— WORK ORDER —
Set down exactly the lines running from the line with "expect(told.chosen).toBe(1);" to the end of the listing below, both ends included.

--- SOURCE INFORMATION Enclosed Below ---

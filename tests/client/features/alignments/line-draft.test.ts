import { describe, expect, it } from 'vitest';
import {
  finishLine,
  goOnWithLine,
  handlesOfLine,
  lineDraftOf,
  newLine,
  pointsOf,
  puttingDown,
  shapesOfLine,
  type LineDraft,
} from '../../../../src/features/alignments/drafts/line-draft.ts';
import { mapDrawingOfLine } from '../../../../src/features/alignments/map-drawing-of-line.ts';
import {
  removeCorner,
  takeLastBack,
} from '../../../../src/features/drawing/drafts/edit-corners.ts';
import type { GridPlace } from '../../../../src/features/map/place/grid-projection.ts';

function ground(place: GridPlace) {
  return { place, to: 'ground', held: null } as const;
}

function drawn(...places: readonly GridPlace[]): LineDraft {
  return places.reduce((line, place) => puttingDown(line, ground(place)), newLine());
}

describe('a line', () => {
  it('is set point by point, and ended at its last point', () => {
    const line = drawn([0, 0], [10, 0], [20, 5]);
    expect(pointsOf(line)).toEqual([[0, 0], [10, 0], [20, 5]]); // prettier-ignore
    expect(handlesOfLine(line)).toMatchObject([{ kind: 'corner', at: { corner: 2 } }]);
    expect(pointsOf(takeLastBack(line))).toHaveLength(2);
    const ended = finishLine(line);
    expect(ended.isSet).toBe(true);
    expect(goOnWithLine(ended).isSet).toBe(false);
  });

  it('has two points before it can be ended, and keeps two', () => {
    expect(finishLine(drawn([0, 0])).isSet).toBe(false);
    const two = lineDraftOf([[0, 0], [10, 0]]); // prettier-ignore
    expect(removeCorner(two, { part: 0, ring: 0, corner: 0 })).toBe(two);
  });

  it('has handles on its points and parts, and none that would close it', () => {
    const line = lineDraftOf([[0, 0], [10, 0], [20, 0]]); // prettier-ignore
    expect(handlesOfLine(line).map(({ kind }) => kind)).toEqual([
      'corner',
      'middle',
      'corner',
      'middle',
      'corner',
    ]);
  });

  it('is drawn with the point that is about to be set, and how long that part is', () => {
    const shapes = shapesOfLine(drawn([0, 0]), ground([3, 4]), null);
    expect(shapes).toContainEqual({
      kind: 'line',
      look: 'outline',
      places: [[0, 0], [3, 4]],
      text: '5.00 m',
    }); // prettier-ignore
  });
});

describe('the pointer on a line', () => {
  function handOn(line: LineDraft) {
    const told = { line, chosen: -1 };
    const drawing = mapDrawingOfLine(line, {
      chosen: null,
      choose: (at) => {
        told.chosen = at?.corner ?? -1;
      },
      edit: (edit) => {
        told.line = edit(told.line);
      },
    });
    return { told, drawing };
  }

  it('makes a point of the middle of a part, moves points and chooses them', () => {
    const { told, drawing } = handOn(lineDraftOf([[0, 0], [10, 0]])); // prettier-ignore
    const [start, middle] = drawing.handles;
    if (start === undefined || middle === undefined) throw new Error('no handles');
    drawing.put({ place: [0, 7], to: 'ground', held: start });
    expect(pointsOf(told.line)[0]).toEqual([0, 7]);
    drawing.press(middle);
    expect(pointsOf(told.line)).toHaveLength(3);
    expect(told.chosen).toBe(1);
    drawing.press(start);
    expect(told.chosen).toBe(0);
  });

  it('ends a line at its last point', () => {
    const { told, drawing } = handOn(drawn([0, 0], [10, 0]));
    const [last] = drawing.handles;
    if (last !== undefined) drawing.press(last);
    expect(told.line.isSet).toBe(true);
  });
});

--- End of Enclosed SOURCE INFORMATION ---

— ANSWER BELOW —
    expect(told.chosen).toBe(1);
    drawing.press(start);
    expect(told.chosen).toBe(0);
  });

  it('ends a line at its last point', () => {
    const { told, drawing } = handOn(drawn([0, 0], [10, 0]));
    const [last] = drawing.handles;
    if (last !== undefined) drawing.press(last);
    expect(told.line.isSet).toBe(true);
  });
});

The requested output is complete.